To begin with, I will be converting Karl’s cis/trans eQTL plot to pull its data from a triple store dynamically. Currently there are two scripts that process an r/qtl cross and a few supporting dataframes to create a set of static JSON files, which are then loaded into the graph. Using a triple store to hold the underlying data, however, the values required by the visualization can be accessed dynamically based on the structure of the original R objects. As of now I have successfully converted each of of the necessary datasets to RDF, and am working on generating queries that Karl’s d3 code can use to access it through a 4store SPARQL endpoint (which supports JSON output).

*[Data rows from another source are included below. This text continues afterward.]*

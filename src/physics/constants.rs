//! The constants of nature that a receiver needs, exact since 2019.
//!
//! Source: BIPM, The International System of Units (SI), 9th edition (2019), section 2.2.

/// Elementary charge in C.
pub const ELEMENTARY_CHARGE_C: f64 = 1.602176634e-19;
/// Planck constant in J s.
pub const PLANCK_J_S: f64 = 6.62607015e-34;
/// Speed of light in vacuum in m/s.
pub const SPEED_OF_LIGHT_M_PER_S: f64 = 299_792_458.0;
/// Boltzmann constant in J/K.
pub const BOLTZMANN_J_PER_K: f64 = 1.380649e-23;
/// 0 °C in K.
pub const ZERO_CELSIUS_K: f64 = 273.15;
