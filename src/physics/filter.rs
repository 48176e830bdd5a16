//! How much noise a filter lets through.

use core::f64::consts::{FRAC_1_SQRT_2, FRAC_PI_2};

/// The shape of a low-pass response.
#[derive(Clone, Copy, Debug, PartialEq, Eq)]
pub enum Filter {
    /// Flat up to its edge, nothing beyond: not a real filter, but the one of many formulas.
    Rectangular,
    /// One pole.
    FirstOrder,
    /// Two poles, maximally flat.
    Butterworth2,
    /// Four poles, maximally flat delay: the reference receiver of transmission standards.
    Bessel4,
}

/// Noise bandwidth as a multiple of the −3 dB bandwidth.
///
/// ```text
/// B_n/f₃dB = ∫₀^∞ |H(f)|² df / (f₃dB |H(0)|²)
/// first order: π/2      Butterworth of order n: (π/2n)/sin(π/2n)
/// Bessel, order 4: H = 105/(s⁴ + 10 s³ + 45 s² + 105 s + 105)
/// ```
///
/// The Bessel filter has no short closed form; its number was integrated in 40-digit arithmetic.
///
/// Source: S. Butterworth, Wireless Engineer 7, 536–541 (1930); W. E. Thomson, Proc. IEE 96 III, 487–490 (1949).
///
/// # Example
///
/// ```
/// use leastlight::physics::filter::{Filter, noise_bandwidth_ratio};
///
/// assert!((noise_bandwidth_ratio(Filter::FirstOrder) - 1.5708).abs() < 1e-4);
/// ```
pub fn noise_bandwidth_ratio(filter: Filter) -> f64 {
    match filter {
        Filter::Rectangular => 1.0,
        Filter::FirstOrder => FRAC_PI_2,
        Filter::Butterworth2 => FRAC_PI_2 * FRAC_1_SQRT_2,
        Filter::Bessel4 => 1.046_368_886_986_382,
    }
}

#[cfg(test)]
mod tests {
    use super::*;
    use crate::numeric::root::root;

    /// |H|² of each filter, with its frequency in units of its own choice.
    fn response(filter: Filter, w: f64) -> f64 {
        let w2 = w * w;
        match filter {
            Filter::Rectangular => f64::from(w <= 1.0),
            Filter::FirstOrder => 1.0 / (1.0 + w2),
            Filter::Butterworth2 => 1.0 / (1.0 + w2 * w2),
            Filter::Bessel4 => {
                let (real, imaginary) = (w2 * w2 - 45.0 * w2 + 105.0, w * (105.0 - 10.0 * w2));
                105.0 * 105.0 / (real * real + imaginary * imaginary)
            }
        }
    }

    #[test]
    fn ratios_are_the_integral_of_the_response_over_its_half_power_point() {
        for filter in [Filter::FirstOrder, Filter::Butterworth2, Filter::Bessel4] {
            let half = root(|w| response(filter, w) - 0.5, 0.1, 10.0, 1e-15).unwrap();
            // With w = tan θ the range is finite and the integrand smooth, periodic in θ and even: the trapezoid
            // rule then converges faster than any power of its step.
            let steps = 400;
            let at = |n: i32| {
                let w = libm::tan(core::f64::consts::FRAC_PI_2 * f64::from(n) / f64::from(steps));
                response(filter, w) * (1.0 + w * w)
            };
            // At θ = π/2 only one pole is still seen: w² |H|² → 1.
            let far = f64::from(filter == Filter::FirstOrder);
            let inner: f64 = (1..steps).map(at).sum();
            let integral = core::f64::consts::FRAC_PI_2 / f64::from(steps) * (0.5 * (at(0) + far) + inner);
            let off = integral / half / noise_bandwidth_ratio(filter) - 1.0;
            assert!(off.abs() < 1e-13, "{filter:?}: {off:e}");
        }
    }
}
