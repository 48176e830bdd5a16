//! What a power meter's reading means at another wavelength than the one it is set to.

/// True over shown power, from the meter's own responsivity curve.
///
/// ```text
/// P / P_shown = R(λ_set) / R(λ)
/// ```
///
/// * `set_a_per_w` – R(λ_set), the responsivity that the meter assumes, A/W, > 0
/// * `source_a_per_w` – R(λ), its responsivity at the wavelength of the light, A/W, > 0
///
/// The meter measures a current and divides it by R(λ_set); the light made that current with R(λ).
///
/// Source: the definition of responsivity, I = R·P, used twice; IEC 61315 calibrates meters in these terms.
///
/// # Example
///
/// ```
/// use leastlight::physics::meter::power_factor;
///
/// // Set where the meter responds with 1.00 A/W, lit where it responds with 0.90 A/W.
/// assert!((power_factor(1.00, 0.90) - 1.111).abs() < 0.0005);
/// ```
pub fn power_factor(set_a_per_w: f64, source_a_per_w: f64) -> f64 {
    set_a_per_w / source_a_per_w
}

/// True over shown power, from a typical responsivity curve and a certified correction factor.
///
/// ```text
/// P / P_shown = C(λ) · R_typ(λ_set) / R_typ(λ)
/// ```
///
/// * `typical_set_a_per_w`, `typical_source_a_per_w` – R_typ at the setting and at the light's wavelength, A/W, > 0
/// * `correction` – C(λ), true over shown power with the meter set to λ, > 0
///
/// The meter works with R_typ; its true responsivity is R_typ/C. C is smooth where R_typ is steep, so C is what
/// may be interpolated between few certified wavelengths.
///
/// Source: as [`power_factor`], with R = R_typ/C from the definition of C.
///
/// # Example
///
/// ```
/// use leastlight::physics::meter::power_factor_by_correction;
///
/// // Set to the wavelength of the light, the factor is the certified one.
/// assert_eq!(power_factor_by_correction(0.9, 0.9, 1.012), 1.012);
/// ```
pub fn power_factor_by_correction(
    typical_set_a_per_w: f64,
    typical_source_a_per_w: f64,
    correction: f64,
) -> f64 {
    correction * (typical_set_a_per_w / typical_source_a_per_w)
}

The objects involved are quite large, and the Data Cube vocabulary (really RDF in general) is fairly verbose in its representation of information, so I am working on loading what I have into the right databases and reducing redundancy in the output. However, if you’d like some idea of how the data are being represented and accessed, I’ve set up a demo on Dydra with a subset of the data and some example queries.
Testing and Validation
In addition to working with Karl, I’ve taken time to refactor my code toward creating Data Cube RDF for more general structures. Originally the main module worked off of an Rserve object, but I’ve redone everything to use plain ruby objects, which the generator classes are responsible for creating. To support this refactoring, and the creation of new generators for data types such as CSV files, I’ve begun using Rspec to build the spec for my project. I’ve added tests against reference output and syntactical correctness, but these are respectively too brittle and too permissive to ensure novel data sets will generate valid output. To this end, I have implemented a number of the official Data Cube Integrity Constraints as part of the spec. The ICs are a set of SPARQL queries that can be run on your RDF output to ensure various high level features are present, and go beyond simple syntax validity in ensuring you have properly encoded your data. I’ve had to make a few modifications, since the ICs are slightly out of data, and some of the SPARQL 1.1 facilities they make use of aren’t fully supported by the RDF.rb SPARQL gem. Aside from a place in the set of tests, the ICs could also be useful as part of the main code, providing a way for the end user to ensure that their data is compatible with Data Cube tools like Cubeviz.